A while back I wrote a blog post about how Silverlight 4’s asynchronous network calls make a layered client-side architecture difficult.  In that post I talk about wanting to have a loosely coupled, testable, n-tier architecture on my Silverlight client application.  Basically, I wanted to have a client-side architecture that was nicely layered like Figure 1 rather than a flat, 1-tier architecture like Figure 2. 
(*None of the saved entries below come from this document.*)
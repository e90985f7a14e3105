import type { ServerMessage } from '../../../src/protocol/messages.js';

export type ConnectionPhase = 'connecting' | 'open' | 'waiting' | 'stopped';

export interface ConnectionState {
  phase: ConnectionPhase;
  /** Failed attempts in a row (0 while connected). */
  attempt: number;
  /** When the next attempt starts (ms since epoch) while waiting. */
  retryAt: number | null;
  /** Why the last connection ended, if known. */
  lastClose: string | null;
}

export interface ConnectionHandlers {
  onMessage(message: ServerMessage): void;
  onState(state: ConnectionState): void;
}

/** Reconnect delays: 0.5 s doubling to at most 15 s, each with +-20 % jitter so a room of browsers does not reconnect in lockstep. */
export const FIRST_RETRY_MS = 500;
export const LONGEST_RETRY_MS = 15_000;

export function retryDelay(attempt: number, random: () => number = Math.random): number {
  const base = Math.min(LONGEST_RETRY_MS, FIRST_RETRY_MS * 2 ** Math.max(0, attempt - 1));
  return Math.round(base * (0.8 + 0.4 * random()));
}

/** ws(s)://host/ws, with the operator token when the page was opened with one. */
export function socketUrl(location: Pick<Location, 'protocol' | 'host'>, token: string | null): string {
  const scheme = location.protocol === 'https:' ? 'wss' : 'ws';
  return `${scheme}://${location.host}/ws${token ? `?token=${encodeURIComponent(token)}` : ''}`;
}

/**
 * The live link to the server: one WebSocket, reopened with exponential backoff whenever it
 * drops. Messages are parsed and handed over as they come; commands get a running id so the
 * server's ack or error can be matched to them.
 */
export class ConnectionClient {
  private socket: WebSocket | null = null;
  private timer: ReturnType<typeof setTimeout> | null = null;
  private nextId = 1;
  private state: ConnectionState = { phase: 'stopped', attempt: 0, retryAt: null, lastClose: null };

  constructor(
    private readonly url: string,
    private readonly handlers: ConnectionHandlers,
  ) {}

  get current(): ConnectionState {
    return this.state;
  }

  start(): void {
    if (this.state.phase !== 'stopped') return;
    this.open();
  }

  stop(): void {
    if (this.timer !== null) clearTimeout(this.timer);
    this.timer = null;
    const socket = this.socket;
    this.socket = null;
    socket?.close(1000, 'dashboard closed');
    this.setState({ phase: 'stopped', attempt: 0, retryAt: null, lastClose: this.state.lastClose });
  }

  /** Skip the rest of the backoff wait. */
  retryNow(): void {
    if (this.state.phase !== 'waiting') return;
    if (this.timer !== null) clearTimeout(this.timer);
    this.timer = null;
    this.open();
  }

  /** Send a command; returns its id, or null when there is no open connection. */
  send(action: string, fields: Record<string, unknown> = {}): number | null {
    if (!this.socket || this.socket.readyState !== WebSocket.OPEN) return null;
    const id = this.nextId++;
    this.socket.send(JSON.stringify({ ...fields, type: 'command', action, id }));
    return id;
  }

  private open(): void {
    this.setState({ ...this.state, phase: 'connecting', retryAt: null });
    let socket: WebSocket;
    try {
      socket = new WebSocket(this.url);
    } catch (error) {
      this.scheduleRetry(`could not open the socket: ${(error as Error).message}`);
      return;
    }
    this.socket = socket;
    socket.addEventListener('open', () => {
      if (this.socket !== socket) return;
      this.setState({ phase: 'open', attempt: 0, retryAt: null, lastClose: null });
    });
    socket.addEventListener('message', (event) => {
      if (this.socket !== socket) return;
      const message = parseServerMessage(event.data);
      if (message) this.handlers.onMessage(message);
    });
    socket.addEventListener('close', (event) => {
      if (this.socket !== socket) return;
      this.socket = null;
      this.scheduleRetry(event.reason || `connection closed (code ${event.code})`);
    });
    // 'error' is always followed by 'close', which does the bookkeeping.
  }

  private scheduleRetry(reason: string): void {
    const attempt = this.state.attempt + 1;
    const delay = retryDelay(attempt);
    this.setState({ phase: 'waiting', attempt, retryAt: Date.now() + delay, lastClose: reason });
    this.timer = setTimeout(() => {
      this.timer = null;
      this.open();
    }, delay);
  }

  private setState(state: ConnectionState): void {
    this.state = state;
    this.handlers.onState(state);
  }
}

const SERVER_TYPES = new Set(['hello', 'frame', 'event', 'status', 'ack', 'error']);

/** A server message, or null (and a console note) for anything this dashboard does not know. */
export function parseServerMessage(data: unknown): ServerMessage | null {
  if (typeof data !== 'string') {
    console.warn('syncring: ignoring a binary WebSocket message');
    return null;
  }
  try {
    const message = JSON.parse(data) as { type?: unknown };
    if (message && typeof message === 'object' && typeof message.type === 'string' && SERVER_TYPES.has(message.type))
      return message as ServerMessage;
    console.warn('syncring: ignoring a message of unknown type', message?.type);
  } catch (error) {
    console.warn('syncring: ignoring a message that is not JSON', (error as Error).message);
  }
  return null;
}
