def _setpoint_power(rng: np.random.Generator, n: int, rated: float) -> np.ndarray:
    """Generator power [W]: held set points, stops, the governor's lag."""
    count = n // SETPOINT_HOLD_S[0] + 2
    hold = rng.integers(SETPOINT_HOLD_S[0], SETPOINT_HOLD_S[1] + 1, size=count)
    level = rng.uniform(*LOAD_RANGE, size=count) * rated
    level[rng.random(count) < STOP_PROBABILITY] = 0.0
    power = _lag(np.repeat(level, hold)[:n], GOVERNOR_TAU_S)
    power[power < SYNC_LOAD * rated] = 0.0
    return power


def _measured(signal: str, clean: np.ndarray, rng: np.random.Generator,
              online: np.ndarray, rated: float) -> np.ndarray:
    """``clean`` plus the demo fleet's sensor noise (hydrodrift.demofleet.dispatch)."""
    from hydrodrift.demofleet.dispatch import POWER_NOISE_OF_RATED, SENSOR_NOISE, SPEED_NOISE

    z = rng.standard_normal(clean.size)
    if signal == "active_power":
        return np.where(online, clean + z * POWER_NOISE_OF_RATED * rated, 0.0)
    if signal == "rotational_speed":
        return clean * (1.0 + SPEED_NOISE * z)
    if signal == "gate_opening":
        return np.where(online, np.clip(clean + SENSOR_NOISE[signal][1] * z, 0.0, 1.0), 0.0)
    relative, absolute = SENSOR_NOISE[signal]
    return clean + z * np.hypot(relative * clean, absolute)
Figure 1 – A layered client-side Silverlight architecture


Figure 2 – A flat client-side Silverlight architecture

Although I didn’t write it in that original post, unit testing and unit testability was one of my top reasons for wanting a layered architecture.  If everything is clumped in to one big XAP/DLL, it’s going to be difficult to test small “units” of functionality.  My top priority was to keep the WCF data access code (aka. the code that calls the back-end WCF services) separated from the rest of my code behind Repository Pattern interfaces.  Keeping those Repositories separated and interface-driven is essential for eliminating unit test dependencies on those running WCF services. 

A Change In Plans

When I wrote that original post back in May of 2010, I was *fighting* the asynchronous WCF network calls.  After a little bit of time, I had one of those moments where I asked myself “self, why is this so *&#$@!& difficult?  There’s no way that this is right.  I think we’re doing something wrong here.”  I’ve since changed my approach and I’ve embraced the asynchronous nature of Silverlight and make it a core part of my architecture.

The Problem with WCF Data Access

Let’s take the Repository Pattern.  The Repository Pattern is an encapsulation of logic to read and write to a persistent store such as a database or the file system. If you can write data to it, pull the plug on your computer, and you’re still be able to read that data the next time that you start your computer, it’s a persistent store.  When you’re writing a Silverlight application that talks to WCF Services, your persistent store is your WCF Service. 

If you look at IRepository<T> or IPersonRepository in Figure 3, you’ll see that the GetById() and GetAll() methods return actual, populated IPerson instances.  This is how it would typically look in a non-Silverlight, non-async implementation.  Some other object decides it wants Person #1234, gets an instance of IPersonRepository, calls GetById(), passes in id #1234, waits for the GetById() call to return, and then continues going about it’s business.  In this case, the call to GetById() is a “blocking call”.  The code calls IPersonRepository.GetById, the thread of execution enters the repository implementation for GetById(), does its work, and then the repository issues a “return returnValue;” statement that returns the populated value, and the thread of execution leaves the repository.  While the thread of execution is inside of the repository, the caller is doing nothing else other than waiting for the return value. 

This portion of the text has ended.